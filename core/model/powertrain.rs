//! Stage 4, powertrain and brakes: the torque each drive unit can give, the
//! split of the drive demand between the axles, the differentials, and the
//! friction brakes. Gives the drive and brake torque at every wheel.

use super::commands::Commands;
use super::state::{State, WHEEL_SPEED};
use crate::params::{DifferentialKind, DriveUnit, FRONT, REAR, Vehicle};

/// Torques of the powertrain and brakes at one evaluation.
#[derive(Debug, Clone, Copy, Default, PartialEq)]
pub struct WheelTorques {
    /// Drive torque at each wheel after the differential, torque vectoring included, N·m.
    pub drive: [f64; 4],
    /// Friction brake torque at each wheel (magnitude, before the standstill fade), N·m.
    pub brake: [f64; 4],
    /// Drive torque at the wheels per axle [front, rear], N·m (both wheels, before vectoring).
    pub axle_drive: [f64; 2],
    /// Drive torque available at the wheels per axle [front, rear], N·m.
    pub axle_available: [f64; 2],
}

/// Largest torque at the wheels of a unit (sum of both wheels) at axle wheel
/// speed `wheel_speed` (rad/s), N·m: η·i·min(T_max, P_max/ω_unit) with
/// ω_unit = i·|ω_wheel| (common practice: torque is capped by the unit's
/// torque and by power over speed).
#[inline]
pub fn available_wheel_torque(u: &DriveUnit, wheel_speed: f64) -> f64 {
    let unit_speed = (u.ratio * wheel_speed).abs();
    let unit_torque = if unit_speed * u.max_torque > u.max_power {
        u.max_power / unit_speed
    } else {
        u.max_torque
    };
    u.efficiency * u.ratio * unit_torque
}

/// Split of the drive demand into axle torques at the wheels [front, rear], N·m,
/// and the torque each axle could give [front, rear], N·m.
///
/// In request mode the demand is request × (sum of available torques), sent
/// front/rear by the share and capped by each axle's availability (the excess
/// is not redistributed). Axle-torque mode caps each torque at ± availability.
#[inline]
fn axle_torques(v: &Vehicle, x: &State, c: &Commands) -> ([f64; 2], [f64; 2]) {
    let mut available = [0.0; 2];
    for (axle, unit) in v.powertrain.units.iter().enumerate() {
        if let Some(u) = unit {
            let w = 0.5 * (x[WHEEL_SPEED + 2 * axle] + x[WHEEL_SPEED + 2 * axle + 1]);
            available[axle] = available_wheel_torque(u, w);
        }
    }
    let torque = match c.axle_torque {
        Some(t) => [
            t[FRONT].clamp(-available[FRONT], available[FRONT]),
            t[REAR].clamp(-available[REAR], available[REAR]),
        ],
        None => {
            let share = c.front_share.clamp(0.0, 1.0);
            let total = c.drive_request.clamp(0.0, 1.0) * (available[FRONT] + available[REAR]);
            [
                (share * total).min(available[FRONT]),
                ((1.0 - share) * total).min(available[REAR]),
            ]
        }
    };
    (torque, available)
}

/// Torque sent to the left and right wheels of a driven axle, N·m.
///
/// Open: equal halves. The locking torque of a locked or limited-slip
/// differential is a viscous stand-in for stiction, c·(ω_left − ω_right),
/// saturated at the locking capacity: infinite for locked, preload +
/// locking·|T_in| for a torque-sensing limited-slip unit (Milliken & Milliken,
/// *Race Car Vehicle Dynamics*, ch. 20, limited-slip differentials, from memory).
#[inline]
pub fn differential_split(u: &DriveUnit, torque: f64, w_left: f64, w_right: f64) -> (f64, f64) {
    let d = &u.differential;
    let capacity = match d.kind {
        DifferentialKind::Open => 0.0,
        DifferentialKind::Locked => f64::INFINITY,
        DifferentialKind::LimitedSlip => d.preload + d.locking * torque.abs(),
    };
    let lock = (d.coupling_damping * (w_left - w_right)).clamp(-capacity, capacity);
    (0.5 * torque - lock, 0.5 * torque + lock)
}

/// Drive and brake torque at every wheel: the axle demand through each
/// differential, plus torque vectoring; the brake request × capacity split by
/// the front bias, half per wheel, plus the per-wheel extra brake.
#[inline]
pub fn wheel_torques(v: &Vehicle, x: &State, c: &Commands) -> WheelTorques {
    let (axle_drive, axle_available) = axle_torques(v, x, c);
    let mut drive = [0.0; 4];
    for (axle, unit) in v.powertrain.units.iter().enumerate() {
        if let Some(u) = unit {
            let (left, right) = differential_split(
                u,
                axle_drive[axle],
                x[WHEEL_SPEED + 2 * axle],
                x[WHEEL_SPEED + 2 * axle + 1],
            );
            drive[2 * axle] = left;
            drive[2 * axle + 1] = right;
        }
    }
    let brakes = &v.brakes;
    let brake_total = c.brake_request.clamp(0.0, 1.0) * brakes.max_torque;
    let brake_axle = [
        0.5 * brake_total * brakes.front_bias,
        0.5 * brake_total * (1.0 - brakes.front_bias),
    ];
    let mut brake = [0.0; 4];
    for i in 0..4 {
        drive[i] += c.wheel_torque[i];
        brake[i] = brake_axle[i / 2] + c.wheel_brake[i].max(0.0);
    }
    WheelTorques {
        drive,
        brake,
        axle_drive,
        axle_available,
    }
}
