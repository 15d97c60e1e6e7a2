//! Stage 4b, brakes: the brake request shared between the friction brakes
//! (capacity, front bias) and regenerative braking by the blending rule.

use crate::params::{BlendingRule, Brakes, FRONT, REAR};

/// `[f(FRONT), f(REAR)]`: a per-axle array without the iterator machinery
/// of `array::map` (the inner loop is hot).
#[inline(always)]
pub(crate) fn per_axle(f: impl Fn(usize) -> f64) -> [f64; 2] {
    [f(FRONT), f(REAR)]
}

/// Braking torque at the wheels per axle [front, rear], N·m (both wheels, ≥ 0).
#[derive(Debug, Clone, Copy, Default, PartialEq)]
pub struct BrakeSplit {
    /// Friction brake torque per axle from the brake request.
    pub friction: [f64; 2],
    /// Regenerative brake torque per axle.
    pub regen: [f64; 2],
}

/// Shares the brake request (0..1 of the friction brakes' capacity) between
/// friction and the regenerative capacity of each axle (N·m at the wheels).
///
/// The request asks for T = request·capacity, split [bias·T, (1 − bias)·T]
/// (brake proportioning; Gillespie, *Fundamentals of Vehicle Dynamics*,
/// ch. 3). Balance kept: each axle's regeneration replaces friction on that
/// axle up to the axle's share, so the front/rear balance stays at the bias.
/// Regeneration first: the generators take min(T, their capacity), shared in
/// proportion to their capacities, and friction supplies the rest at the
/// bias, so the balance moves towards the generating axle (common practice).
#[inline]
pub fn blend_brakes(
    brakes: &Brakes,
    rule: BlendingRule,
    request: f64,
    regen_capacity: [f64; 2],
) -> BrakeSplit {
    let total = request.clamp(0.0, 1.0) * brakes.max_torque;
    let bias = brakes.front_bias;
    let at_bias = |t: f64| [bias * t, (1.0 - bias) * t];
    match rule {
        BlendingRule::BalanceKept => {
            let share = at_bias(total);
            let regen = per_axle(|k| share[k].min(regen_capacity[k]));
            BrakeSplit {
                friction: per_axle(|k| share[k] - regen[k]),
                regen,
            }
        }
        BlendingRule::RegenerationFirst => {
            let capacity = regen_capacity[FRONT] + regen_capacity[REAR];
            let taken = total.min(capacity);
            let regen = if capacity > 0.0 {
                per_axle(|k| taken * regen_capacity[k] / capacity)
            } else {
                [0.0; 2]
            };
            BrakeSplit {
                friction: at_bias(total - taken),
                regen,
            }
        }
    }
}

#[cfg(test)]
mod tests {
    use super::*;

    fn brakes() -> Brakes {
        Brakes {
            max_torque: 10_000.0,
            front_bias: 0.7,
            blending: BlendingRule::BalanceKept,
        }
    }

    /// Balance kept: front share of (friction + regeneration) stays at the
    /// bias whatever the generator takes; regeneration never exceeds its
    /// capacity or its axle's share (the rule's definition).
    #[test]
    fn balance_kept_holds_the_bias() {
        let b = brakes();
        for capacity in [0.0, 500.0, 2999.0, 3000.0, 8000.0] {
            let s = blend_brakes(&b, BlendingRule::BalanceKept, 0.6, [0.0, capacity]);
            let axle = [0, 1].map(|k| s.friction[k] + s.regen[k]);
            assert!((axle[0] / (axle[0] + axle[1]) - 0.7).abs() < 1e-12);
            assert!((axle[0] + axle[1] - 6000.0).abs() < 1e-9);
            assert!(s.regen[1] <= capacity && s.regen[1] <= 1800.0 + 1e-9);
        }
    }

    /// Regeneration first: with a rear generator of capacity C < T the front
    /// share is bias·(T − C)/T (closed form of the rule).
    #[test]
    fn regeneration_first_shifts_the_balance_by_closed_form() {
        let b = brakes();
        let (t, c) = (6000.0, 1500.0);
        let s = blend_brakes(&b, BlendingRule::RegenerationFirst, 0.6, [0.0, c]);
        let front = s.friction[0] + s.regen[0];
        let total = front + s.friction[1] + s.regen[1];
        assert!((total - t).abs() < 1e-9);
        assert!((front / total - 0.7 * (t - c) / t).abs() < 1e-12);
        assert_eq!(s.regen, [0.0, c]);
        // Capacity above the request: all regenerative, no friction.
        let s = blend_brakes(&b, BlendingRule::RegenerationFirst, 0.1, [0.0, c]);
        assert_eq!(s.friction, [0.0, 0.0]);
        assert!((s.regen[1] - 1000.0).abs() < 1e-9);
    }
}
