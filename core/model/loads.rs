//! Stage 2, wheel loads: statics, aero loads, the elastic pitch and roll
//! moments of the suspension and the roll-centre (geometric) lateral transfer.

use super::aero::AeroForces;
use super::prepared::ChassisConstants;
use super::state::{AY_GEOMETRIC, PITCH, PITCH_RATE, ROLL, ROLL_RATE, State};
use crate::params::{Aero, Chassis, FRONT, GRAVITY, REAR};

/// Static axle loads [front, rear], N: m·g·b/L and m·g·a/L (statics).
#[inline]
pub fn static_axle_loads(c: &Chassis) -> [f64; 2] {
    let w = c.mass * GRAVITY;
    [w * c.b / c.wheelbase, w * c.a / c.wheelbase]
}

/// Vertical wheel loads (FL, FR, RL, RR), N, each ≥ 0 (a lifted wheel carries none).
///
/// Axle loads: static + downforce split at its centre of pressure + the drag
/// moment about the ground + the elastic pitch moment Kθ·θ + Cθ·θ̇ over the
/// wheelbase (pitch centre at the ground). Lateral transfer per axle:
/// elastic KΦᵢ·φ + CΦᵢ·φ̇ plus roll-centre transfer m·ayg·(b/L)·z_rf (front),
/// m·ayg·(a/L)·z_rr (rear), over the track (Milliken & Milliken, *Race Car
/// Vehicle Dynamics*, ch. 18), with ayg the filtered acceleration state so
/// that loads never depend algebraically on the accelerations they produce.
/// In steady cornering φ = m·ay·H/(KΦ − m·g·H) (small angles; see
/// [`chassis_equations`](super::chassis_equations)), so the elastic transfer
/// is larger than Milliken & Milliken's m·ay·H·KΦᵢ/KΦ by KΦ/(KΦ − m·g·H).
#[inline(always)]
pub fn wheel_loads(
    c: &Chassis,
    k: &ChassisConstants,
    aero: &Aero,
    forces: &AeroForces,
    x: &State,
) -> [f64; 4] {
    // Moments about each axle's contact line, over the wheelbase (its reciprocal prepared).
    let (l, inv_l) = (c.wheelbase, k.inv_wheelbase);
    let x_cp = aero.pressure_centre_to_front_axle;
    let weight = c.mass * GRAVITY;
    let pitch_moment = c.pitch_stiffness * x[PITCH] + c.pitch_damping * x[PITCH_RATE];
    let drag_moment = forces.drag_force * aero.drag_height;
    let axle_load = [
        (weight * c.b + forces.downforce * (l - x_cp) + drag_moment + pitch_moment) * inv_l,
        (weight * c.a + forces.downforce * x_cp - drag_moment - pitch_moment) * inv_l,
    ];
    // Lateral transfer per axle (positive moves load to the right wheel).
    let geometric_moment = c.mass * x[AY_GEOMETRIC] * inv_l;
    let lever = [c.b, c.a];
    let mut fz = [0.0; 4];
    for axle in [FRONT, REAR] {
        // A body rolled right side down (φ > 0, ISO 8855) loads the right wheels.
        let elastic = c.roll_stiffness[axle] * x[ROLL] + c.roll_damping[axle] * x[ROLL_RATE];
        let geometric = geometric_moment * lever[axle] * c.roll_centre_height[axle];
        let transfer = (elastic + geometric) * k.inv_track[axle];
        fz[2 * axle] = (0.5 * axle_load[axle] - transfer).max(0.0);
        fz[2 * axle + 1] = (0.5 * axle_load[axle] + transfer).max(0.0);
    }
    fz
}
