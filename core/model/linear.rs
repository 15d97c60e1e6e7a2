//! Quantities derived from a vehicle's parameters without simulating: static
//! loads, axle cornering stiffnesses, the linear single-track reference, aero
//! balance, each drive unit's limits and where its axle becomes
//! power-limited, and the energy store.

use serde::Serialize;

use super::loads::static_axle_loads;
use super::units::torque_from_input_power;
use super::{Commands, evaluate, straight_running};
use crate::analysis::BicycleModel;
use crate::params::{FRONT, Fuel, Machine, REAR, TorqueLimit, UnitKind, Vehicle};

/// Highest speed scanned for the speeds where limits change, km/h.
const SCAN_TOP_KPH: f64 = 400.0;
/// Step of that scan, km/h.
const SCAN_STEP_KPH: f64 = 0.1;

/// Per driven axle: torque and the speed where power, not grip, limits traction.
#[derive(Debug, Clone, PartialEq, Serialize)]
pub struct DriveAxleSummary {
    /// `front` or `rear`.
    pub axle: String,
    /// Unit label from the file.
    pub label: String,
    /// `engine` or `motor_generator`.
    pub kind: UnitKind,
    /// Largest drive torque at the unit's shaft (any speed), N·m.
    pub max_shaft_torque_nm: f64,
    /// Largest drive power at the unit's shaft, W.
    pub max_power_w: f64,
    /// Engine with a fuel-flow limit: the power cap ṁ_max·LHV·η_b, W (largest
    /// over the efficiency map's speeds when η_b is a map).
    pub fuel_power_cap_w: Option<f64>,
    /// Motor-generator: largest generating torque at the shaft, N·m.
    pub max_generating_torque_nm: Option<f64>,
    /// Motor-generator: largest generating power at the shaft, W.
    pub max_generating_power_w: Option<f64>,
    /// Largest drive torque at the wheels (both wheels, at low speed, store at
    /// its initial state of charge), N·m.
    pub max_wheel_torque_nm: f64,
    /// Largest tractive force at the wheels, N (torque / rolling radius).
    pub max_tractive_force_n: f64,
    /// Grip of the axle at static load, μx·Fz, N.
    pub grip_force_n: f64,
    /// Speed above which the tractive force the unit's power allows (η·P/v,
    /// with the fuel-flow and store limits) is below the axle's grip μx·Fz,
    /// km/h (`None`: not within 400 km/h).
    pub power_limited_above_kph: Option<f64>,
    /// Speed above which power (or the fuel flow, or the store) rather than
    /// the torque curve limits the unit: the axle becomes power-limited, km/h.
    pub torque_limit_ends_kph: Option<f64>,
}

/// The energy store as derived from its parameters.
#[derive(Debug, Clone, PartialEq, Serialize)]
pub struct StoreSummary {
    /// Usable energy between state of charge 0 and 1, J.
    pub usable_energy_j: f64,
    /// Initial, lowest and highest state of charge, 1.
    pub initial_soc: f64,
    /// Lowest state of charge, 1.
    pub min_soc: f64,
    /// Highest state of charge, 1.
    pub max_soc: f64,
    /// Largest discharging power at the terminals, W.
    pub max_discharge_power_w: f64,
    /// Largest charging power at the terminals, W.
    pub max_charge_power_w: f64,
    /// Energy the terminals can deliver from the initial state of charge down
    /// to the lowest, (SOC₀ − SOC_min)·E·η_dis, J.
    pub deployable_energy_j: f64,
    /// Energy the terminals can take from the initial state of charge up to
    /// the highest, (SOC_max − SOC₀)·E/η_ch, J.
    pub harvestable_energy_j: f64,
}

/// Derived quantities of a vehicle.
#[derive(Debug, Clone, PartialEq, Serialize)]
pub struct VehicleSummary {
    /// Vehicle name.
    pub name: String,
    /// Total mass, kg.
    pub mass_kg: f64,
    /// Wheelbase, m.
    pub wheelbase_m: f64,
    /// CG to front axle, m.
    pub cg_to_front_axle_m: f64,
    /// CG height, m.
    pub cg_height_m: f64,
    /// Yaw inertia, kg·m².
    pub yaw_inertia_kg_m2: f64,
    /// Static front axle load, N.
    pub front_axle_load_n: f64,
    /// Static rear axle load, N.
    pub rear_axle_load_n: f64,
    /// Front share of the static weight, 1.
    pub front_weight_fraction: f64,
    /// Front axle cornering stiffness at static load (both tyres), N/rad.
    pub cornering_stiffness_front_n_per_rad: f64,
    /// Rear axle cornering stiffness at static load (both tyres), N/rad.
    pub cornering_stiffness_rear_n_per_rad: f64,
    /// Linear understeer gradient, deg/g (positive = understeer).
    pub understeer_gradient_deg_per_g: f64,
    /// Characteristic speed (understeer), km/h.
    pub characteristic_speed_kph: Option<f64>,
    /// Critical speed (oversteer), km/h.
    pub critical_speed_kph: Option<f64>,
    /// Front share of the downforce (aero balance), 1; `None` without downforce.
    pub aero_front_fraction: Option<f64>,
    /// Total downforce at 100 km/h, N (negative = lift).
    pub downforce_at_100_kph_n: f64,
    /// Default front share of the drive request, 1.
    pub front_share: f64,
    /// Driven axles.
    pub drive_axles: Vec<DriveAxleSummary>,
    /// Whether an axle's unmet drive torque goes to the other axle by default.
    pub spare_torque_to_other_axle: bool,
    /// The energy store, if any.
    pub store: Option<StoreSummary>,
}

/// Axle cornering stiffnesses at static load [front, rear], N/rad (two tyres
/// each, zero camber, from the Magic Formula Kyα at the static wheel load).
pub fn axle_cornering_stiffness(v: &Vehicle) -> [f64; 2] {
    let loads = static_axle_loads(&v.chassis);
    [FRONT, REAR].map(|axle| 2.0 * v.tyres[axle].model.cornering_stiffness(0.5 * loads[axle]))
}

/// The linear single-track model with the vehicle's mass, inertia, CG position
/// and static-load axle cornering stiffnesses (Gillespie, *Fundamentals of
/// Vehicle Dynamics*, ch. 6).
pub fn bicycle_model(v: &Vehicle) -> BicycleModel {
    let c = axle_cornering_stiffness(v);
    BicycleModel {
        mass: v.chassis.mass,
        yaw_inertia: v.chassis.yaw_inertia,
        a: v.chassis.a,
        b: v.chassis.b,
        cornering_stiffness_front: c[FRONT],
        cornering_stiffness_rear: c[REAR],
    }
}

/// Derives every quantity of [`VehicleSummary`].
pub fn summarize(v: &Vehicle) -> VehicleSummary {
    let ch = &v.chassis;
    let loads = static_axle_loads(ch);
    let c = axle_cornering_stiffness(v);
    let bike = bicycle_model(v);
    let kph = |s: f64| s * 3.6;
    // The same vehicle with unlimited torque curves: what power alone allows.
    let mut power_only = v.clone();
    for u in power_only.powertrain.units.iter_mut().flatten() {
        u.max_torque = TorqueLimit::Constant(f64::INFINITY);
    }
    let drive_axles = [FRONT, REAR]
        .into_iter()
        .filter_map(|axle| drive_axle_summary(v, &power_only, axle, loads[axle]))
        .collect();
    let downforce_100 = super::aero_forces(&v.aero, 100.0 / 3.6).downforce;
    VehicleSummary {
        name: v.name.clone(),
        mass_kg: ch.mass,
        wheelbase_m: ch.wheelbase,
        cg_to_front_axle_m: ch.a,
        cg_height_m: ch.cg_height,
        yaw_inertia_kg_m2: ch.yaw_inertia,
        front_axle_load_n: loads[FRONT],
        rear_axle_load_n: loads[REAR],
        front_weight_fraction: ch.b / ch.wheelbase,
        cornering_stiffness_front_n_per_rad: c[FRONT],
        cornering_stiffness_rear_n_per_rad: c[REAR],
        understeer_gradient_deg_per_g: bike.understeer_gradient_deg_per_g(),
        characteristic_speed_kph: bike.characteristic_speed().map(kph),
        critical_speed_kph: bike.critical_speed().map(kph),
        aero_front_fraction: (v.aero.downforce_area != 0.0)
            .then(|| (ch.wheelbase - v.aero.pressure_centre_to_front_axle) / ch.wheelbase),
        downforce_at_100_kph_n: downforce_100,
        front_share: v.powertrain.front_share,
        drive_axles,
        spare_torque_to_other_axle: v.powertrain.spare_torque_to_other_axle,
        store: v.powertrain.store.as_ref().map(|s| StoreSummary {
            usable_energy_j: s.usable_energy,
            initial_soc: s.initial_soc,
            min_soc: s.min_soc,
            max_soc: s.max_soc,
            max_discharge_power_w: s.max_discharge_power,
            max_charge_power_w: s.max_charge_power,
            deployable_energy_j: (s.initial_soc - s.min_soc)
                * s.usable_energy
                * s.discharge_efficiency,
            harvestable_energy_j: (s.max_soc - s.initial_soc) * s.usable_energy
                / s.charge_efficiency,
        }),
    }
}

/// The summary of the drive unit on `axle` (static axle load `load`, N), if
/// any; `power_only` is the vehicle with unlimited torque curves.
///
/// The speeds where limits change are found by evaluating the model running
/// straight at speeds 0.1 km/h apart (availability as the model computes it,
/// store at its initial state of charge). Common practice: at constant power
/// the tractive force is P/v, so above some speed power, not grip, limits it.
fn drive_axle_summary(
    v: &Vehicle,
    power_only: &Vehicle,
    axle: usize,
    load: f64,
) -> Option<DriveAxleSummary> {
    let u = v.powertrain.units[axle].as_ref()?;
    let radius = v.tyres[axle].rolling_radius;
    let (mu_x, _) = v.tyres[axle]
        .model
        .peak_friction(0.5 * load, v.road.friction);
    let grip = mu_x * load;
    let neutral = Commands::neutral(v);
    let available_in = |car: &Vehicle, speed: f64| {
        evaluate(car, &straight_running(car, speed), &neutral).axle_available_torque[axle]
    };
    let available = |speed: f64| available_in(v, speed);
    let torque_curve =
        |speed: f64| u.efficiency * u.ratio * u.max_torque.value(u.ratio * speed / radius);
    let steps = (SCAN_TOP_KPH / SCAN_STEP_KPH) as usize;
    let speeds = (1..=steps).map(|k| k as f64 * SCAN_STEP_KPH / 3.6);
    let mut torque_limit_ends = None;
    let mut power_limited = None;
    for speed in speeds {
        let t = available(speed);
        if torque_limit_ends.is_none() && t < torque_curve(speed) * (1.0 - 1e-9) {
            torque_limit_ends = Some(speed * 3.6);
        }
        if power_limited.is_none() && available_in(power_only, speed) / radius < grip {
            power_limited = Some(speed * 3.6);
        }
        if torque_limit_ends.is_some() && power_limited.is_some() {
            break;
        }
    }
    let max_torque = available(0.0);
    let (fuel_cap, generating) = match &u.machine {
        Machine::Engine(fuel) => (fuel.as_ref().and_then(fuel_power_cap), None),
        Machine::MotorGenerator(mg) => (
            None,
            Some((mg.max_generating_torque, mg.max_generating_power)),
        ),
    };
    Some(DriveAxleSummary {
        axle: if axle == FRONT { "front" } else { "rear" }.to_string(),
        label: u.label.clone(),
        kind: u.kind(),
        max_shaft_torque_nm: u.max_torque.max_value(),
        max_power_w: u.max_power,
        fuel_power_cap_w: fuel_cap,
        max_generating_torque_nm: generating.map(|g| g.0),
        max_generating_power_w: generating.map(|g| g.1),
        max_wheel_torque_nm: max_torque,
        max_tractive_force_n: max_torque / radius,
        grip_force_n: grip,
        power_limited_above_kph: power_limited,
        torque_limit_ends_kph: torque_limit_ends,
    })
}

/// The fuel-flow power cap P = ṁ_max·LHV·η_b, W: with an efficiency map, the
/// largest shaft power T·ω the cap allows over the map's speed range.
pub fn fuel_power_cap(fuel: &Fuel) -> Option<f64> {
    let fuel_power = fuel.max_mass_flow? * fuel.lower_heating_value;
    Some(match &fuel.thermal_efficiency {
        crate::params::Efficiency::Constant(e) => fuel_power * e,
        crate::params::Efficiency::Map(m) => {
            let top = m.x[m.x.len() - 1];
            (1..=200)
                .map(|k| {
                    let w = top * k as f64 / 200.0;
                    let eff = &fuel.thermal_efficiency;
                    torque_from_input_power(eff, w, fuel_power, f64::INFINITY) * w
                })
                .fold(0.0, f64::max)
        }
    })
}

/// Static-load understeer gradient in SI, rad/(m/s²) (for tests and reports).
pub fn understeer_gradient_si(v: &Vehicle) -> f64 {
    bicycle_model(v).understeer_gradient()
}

——————

§ Exercise description
The lines above that hold the word "curves" should be found and copied out.

§ Solution to this exercise
    // The same vehicle with unlimited torque curves: what power alone allows.
/// any; `power_only` is the vehicle with unlimited torque curves.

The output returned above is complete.